## [Provided records]

+===+

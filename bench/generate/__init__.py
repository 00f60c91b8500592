"""A deterministic synthetic portfolio for the benchmarks: ``portfolio_generate``.

The same ``seed`` and ``today`` give the same rows (names, label codes,
coordinates, readings); only database ids and ``created_at`` stamps differ.
Everything is invented: companies, places, people. Rows go in with
``bulk_create`` in large batches, because the point is to reach thousands of
units quickly; the domain services are used only where they install shared
data (the task and checklist libraries). History rows (completed work orders,
inspections, readings, findings) use occurrence keys starting ``hist-`` so
they never collide with the due-date engine's own keys.

The package, one module per job: ``parts`` (the parts and kinds of unit), ``names`` (invented names and the
label codes), ``common`` (the summaries, one run's options ``GenerationRun``, bulk writes), ``people``,
``registry`` (sites, buildings, units, component trees), ``history`` (temperatures, meters, visits,
inspections), ``findings`` (readings, evaluations, findings and proposed work) and ``organisation`` (one
organisation built from those steps).
"""

from __future__ import annotations

import datetime as dt
import random

from django.contrib.auth.hashers import make_password
from django.db import connection, transaction
from django.utils import timezone

from .common import BATCH, BENCH_PASSWORD, GenerationRun, OrgSummary, Portfolio
from .names import LabelCodes
from .organisation import organisation_build
from .parts import PARTS, UNIT_KINDS

__all__ = [
    "BATCH",
    "BENCH_PASSWORD",
    "PARTS",
    "UNIT_KINDS",
    "GenerationRun",
    "OrgSummary",
    "Portfolio",
    "organisations_add",
    "portfolio_generate",
]


def portfolio_generate(
    *, sites: int, ahus: int, years: int = 2, seed: int = 1, today: dt.date | None = None, prefix: str = ""
) -> Portfolio:
    """Write a synthetic portfolio of ``sites`` sites and ``ahus`` units for one organisation, plus a
    second, twentieth-sized organisation (to see that tenancy holds at scale).

    Installs the shipped task and checklist libraries first (idempotent). ``prefix`` keeps the usernames
    and organisation slugs of two portfolios in one database apart (``main-supervisor`` without it,
    ``<prefix>-main-supervisor`` with it).
    """
    from accounts.models import Organisation
    from inspections.services.library import checklist_library_install
    from scheduling.services import task_library_install

    if sites < 1 or ahus < 1:
        raise ValueError(f"sites={sites}, ahus={ahus}: both must be at least 1")
    if years < 1:
        raise ValueError(f"years={years}: at least 1")
    # The server's date on purpose: the synthetic history is anchored to one day, before any site exists.
    today = today or timezone.localdate()
    rng = random.Random(seed)
    run = GenerationRun(
        years=years,
        today=today,
        rng=rng,
        codes=LabelCodes(rng),
        password=make_password(BENCH_PASSWORD, salt="benchsalt"),
    )
    with transaction.atomic():
        task_library_install()
        checklist_library_install()
        head = f"{prefix}-" if prefix else ""
        main = Organisation.objects.create(name="Bench Air Services", slug=f"{head}bench-main-{seed}")
        other = Organisation.objects.create(name="Bench Other Contractor", slug=f"{head}bench-other-{seed}")
        main_summary = organisation_build(org=main, slug=f"{head}main", n_sites=sites, n_ahus=ahus, run=run)
        other_summary = organisation_build(
            org=other, slug=f"{head}other", n_sites=max(1, sites // 20), n_ahus=max(1, ahus // 20), run=run
        )
    # Planner statistics, as any database that has been running has them (autovacuum would gather them
    # within minutes); without them the first queries of a run are planned for empty tables.
    with connection.cursor() as cursor:
        cursor.execute("ANALYZE")
    return Portfolio(main=main_summary, other=other_summary, today=today, counts=run.counts)


def organisations_add(
    *, count: int, sites: int, ahus: int, today: dt.date, years: int = 2, seed: int = 2
) -> list[OrgSummary]:
    """``count`` further organisations of ``sites`` sites and ``ahus`` units each (``day1``, ``day2``, …): the
    other contractors of the mixed-day benchmark, added to a database that already holds a portfolio.

    Label codes are drawn apart from every code already stored, so the new rows never collide with the
    portfolio's whatever the seed.
    """
    from accounts.models import Organisation
    from inventory.models import AHU, Component

    if count < 1 or sites < 1 or ahus < 1:
        raise ValueError(f"count={count}, sites={sites}, ahus={ahus}: each must be at least 1")
    rng = random.Random(seed)
    codes = LabelCodes(rng)
    codes.seen.update(AHU.objects.values_list("label_code", flat=True))
    codes.seen.update(Component.objects.values_list("label_code", flat=True))
    run = GenerationRun(
        years=years, today=today, rng=rng, codes=codes, password=make_password(BENCH_PASSWORD, salt="benchsalt")
    )
    added = []
    with transaction.atomic():
        for n in range(1, count + 1):
            org = Organisation.objects.create(name=f"Bench Day Contractor {n}", slug=f"bench-day{n}-{seed}")
            added.append(organisation_build(org=org, slug=f"day{n}", n_sites=sites, n_ahus=ahus, run=run))
    with connection.cursor() as cursor:
        cursor.execute("ANALYZE")
    return added
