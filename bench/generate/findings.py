"""The history's readings, the failed filter checks' evaluations, their findings (the latest open, with
corrective work proposed; older ones closed)."""

from __future__ import annotations

import datetime as dt
import uuid

from .common import GenerationRun, bulk
from .history import Fleet


def readings_create(
    *, fleet: Fleet, inspections: list, plan: list, items: dict, hours_at: dict, run: GenerationRun
) -> tuple[list, list]:
    """Each inspection's run-hour reading and its filter banks' readings; a bank at its change value fails.
    Returns (the failed banks' evaluations, (inspection, unit, bank, quarters ago) of each)."""
    from inspections.models import Evaluation, Reading

    rng, visits = run.rng, run.years * 4
    readings, evaluations, eval_meta = [], [], []
    latest_banks = 0
    dp_item, seated, media, run_item = (
        items[("filter_check", "dp")],
        items.get(("filter_check", "seated")),
        items.get(("filter_check", "media")),
        items.get(("visit", "run_hours")),
    )
    for insp, (ahu, _tech, q, _due, _done) in zip(inspections, plan, strict=True):
        if run_item is not None:
            readings.append(
                Reading(
                    inspection=insp,
                    item=run_item,
                    value_si=hours_at.get((ahu.pk, q * 3)),
                    entered=hours_at.get((ahu.pk, q * 3)),
                    verdict="ok",
                )
            )
        for comp in fleet.filters_by_ahu.get(ahu.pk, []):
            clean, final = comp.specs["clean_dp_pa"], comp.specs["final_dp_pa"]
            loading = ((visits - q) % 4 + rng.random()) / 4  # filters loaded over a year, then changed
            if q == 1:
                # Every fourth bank on the latest visit (the first always) is at its change value: open findings.
                if latest_banks % 4 == 0:
                    loading = 0.97
                latest_banks += 1
            dp = round(clean + loading * (final - clean), 0)
            verdict = "fail" if loading > 0.95 else ("watch" if loading > 0.75 else "ok")
            readings.append(
                Reading(inspection=insp, item=dp_item, component=comp, value_si=dp, entered=dp, verdict=verdict)
            )
            if seated is not None:
                readings.append(Reading(inspection=insp, item=seated, component=comp, value_text="ok", verdict="ok"))
            if media is not None:
                readings.append(
                    Reading(
                        inspection=insp,
                        item=media,
                        component=comp,
                        value_text="loaded" if loading > 0.5 else "clean",
                        verdict="ok",
                    )
                )
            if verdict == "fail":
                evaluations.append(
                    Evaluation(
                        inspection=insp,
                        check_name="filter_loading",
                        item_key="filter_check.dp",
                        component=comp,
                        verdict="fail",
                        reason=f"filter at {loading * 100:.0f} % of its clean-to-final span",
                        method="dp against the clean-to-final span",
                        derived={"loading_pct": round(loading * 100, 1)},
                        condition_code="filter_loaded",
                    )
                )
                eval_meta.append((insp, ahu, comp, q))
    bulk(Reading, readings)
    run.counted("readings", len(readings))
    return bulk(Evaluation, evaluations), eval_meta


def findings_create(*, fleet: Fleet, evaluations: list, eval_meta: list, run: GenerationRun) -> None:
    """A finding per failed bank: open on the latest visit, with its corrective work proposed and awaiting a
    supervisor's approval; closed two weeks after the visit before it."""
    from inspections.models import Finding
    from scheduling.models import WorkOrder

    rng, today = run.rng, run.today
    proposals = [
        WorkOrder(
            public_id=uuid.UUID(int=rng.getrandbits(128), version=4),
            organisation=fleet.org,
            ahu=ahu,
            component=comp,
            kind=WorkOrder.Kind.CORRECTIVE,
            approval=WorkOrder.Approval.PENDING,
            title=f"Replace {comp.name.lower()}",
            reason=ev.reason,
            condition_code="filter_loaded",
            source_ref=f"inspection {insp.pk}",
            due_date=today + dt.timedelta(days=7),
            overdue_on=today + dt.timedelta(days=15),  # first day after a 14-day grace
        )
        for ev, (insp, ahu, comp, q) in zip(evaluations, eval_meta, strict=True)
        if q == 1
    ]
    proposal_of = dict(
        zip(
            [ev.pk for ev, m in zip(evaluations, eval_meta, strict=True) if m[3] == 1],
            bulk(WorkOrder, proposals),
            strict=True,
        )
    )
    run.counted("corrective_proposed", len(proposals))
    findings = []
    for ev, (insp, ahu, comp, q) in zip(evaluations, eval_meta, strict=True):
        closed = q > 1
        findings.append(
            Finding(
                organisation=fleet.org,
                inspection=insp,
                evaluation=ev,
                ahu=ahu,
                component=comp,
                severity=Finding.Severity.MEDIUM,
                title=f"{comp.name} loaded",
                reason=ev.reason,
                condition_code="filter_loaded",
                state=Finding.State.CLOSED if closed else Finding.State.OPEN,
                opened_at=insp.finished_at,
                closed_at=insp.finished_at + dt.timedelta(days=14) if closed else None,
                corrective_work_order=proposal_of.get(ev.pk),
            )
        )
    bulk(Finding, findings)
    run.counted("findings", len(findings))
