def _allowed(field: Field, system: str) -> str:
    if field.allowed:
        return field.allowed
    if field.kind == "number":
        # Written out in full (1000000, not 1e+06), in the person's units.
        lo, hi = (
            (to_display(value=v, quantity=field.quantity, system=system) for v in (field.minimum, field.maximum))
            if field.quantity
            else (field.minimum, field.maximum)
        )
        unit = _unit_text(field, system)
        return f"a number from {_fmt(lo)} to {_fmt(hi)}{f' {unit}' if unit else ''}"
    if field.kind == "integer":
        return f"a whole number from {field.minimum:g} to {field.maximum:g}{f' {field.unit}' if field.unit else ''}"
    if field.kind == "choice":
        return "one of " + ", ".join(str(label) for _, label in field.choices)
    if field.kind == "date":
        return "a date as YYYY-MM-DD"
    if field.kind == "bool":
        return ""
    return f"text of at most {field.max_length} characters"


def _number(field: Field, raw: str, *, system: str, errors: FieldErrors):
    """A number typed in the person's units → SI, refused as typed (never rounded back) when it is not one or
    is out of range."""
    allowed = _allowed(field, system)
    if not raw.strip():
        if field.required:
            errors.add(field.name, f"{field.label} is required; allowed: {allowed}")
        return None
    typed = parse_number(raw)
    if typed is None:
        errors.add(field.name, f"{field.label}: {raw.strip()[:40]!r} is not a finite number; allowed: {allowed}")
        return None
    try:
        value = from_display(value=typed, quantity=field.quantity, system=system) if field.quantity else typed
    except (EngineeringInputError, OverflowError):
        value = math.inf
    # A value typed at the edge of the range in another unit may convert a hair past it.
    slack = 1e-9 * max(abs(field.minimum), abs(field.maximum), 1)
    if not math.isfinite(value) or not field.minimum - slack <= value <= field.maximum + slack:
        unit = _unit_text(field, system)
        errors.add(
            field.name,
            f"{field.label}: {raw.strip()[:40]}{f' {unit}' if unit else ''} is out of range; allowed: {allowed}",
        )
        return None
    return min(max(value, field.minimum), field.maximum)


def _read(fields: list[Field], post, *, system: str, today) -> tuple[dict, FieldErrors]:
    """Clean values of every field present in the form, and every refusal keyed by field."""
    errors = FieldErrors()
    clean: dict = {}
    for f in fields:
        raw = post.get(f.name, "")
        if f.kind == "bool":
            clean[f.name] = raw in {"1", "on", "true"}
        elif f.kind == "number":
            clean[f.name] = _number(f, raw, system=system, errors=errors)
        elif f.kind == "integer":
            clean[f.name] = check_integer(
                raw,
                key=f.name,
                label=f.label,
                errors=errors,
                minimum=int(f.minimum),
                maximum=int(f.maximum),
                unit=f.unit,
                required=f.required,
            )
        elif f.kind == "choice":
            values = [str(v) for v, _ in f.choices]
            if raw not in values:
                if raw or f.required:
                    errors.add(
                        f.name, f"{f.label}: {raw[:40]!r} is not one of the choices; allowed: {_allowed(f, system)}"
                    )
                clean[f.name] = None
            else:
                clean[f.name] = raw
        elif f.kind == "date":
            clean[f.name] = check_date(raw, key=f.name, label=f.label, errors=errors, today=today) if raw else None
        else:
            value = check_text(
                raw,
                key=f.name,
                label=f.label,
                max_length=f.max_length,
                errors=errors,
                lines=f.kind == "lines",
                required=f.required,
            )
            clean[f.name] = value if value is not None else ""
    return clean, errors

+===+

## [Directions]
Word for word, please print every line from the beginning of the records to the line bearing "units quickly; the", counting both ends and stopping there.

## [Completed exercise]
filename bench/generate/__init__.py
repository 00f60c91b8500592
"""A deterministic synthetic portfolio for the benchmarks: ``portfolio_generate``.

The same ``seed`` and ``today`` give the same rows (names, label codes,
coordinates, readings); only database ids and ``created_at`` stamps differ.
Everything is invented: companies, places, people. Rows go in with
``bulk_create`` in large batches, because the point is to reach thousands of
units quickly; the domain services are used only where they install shared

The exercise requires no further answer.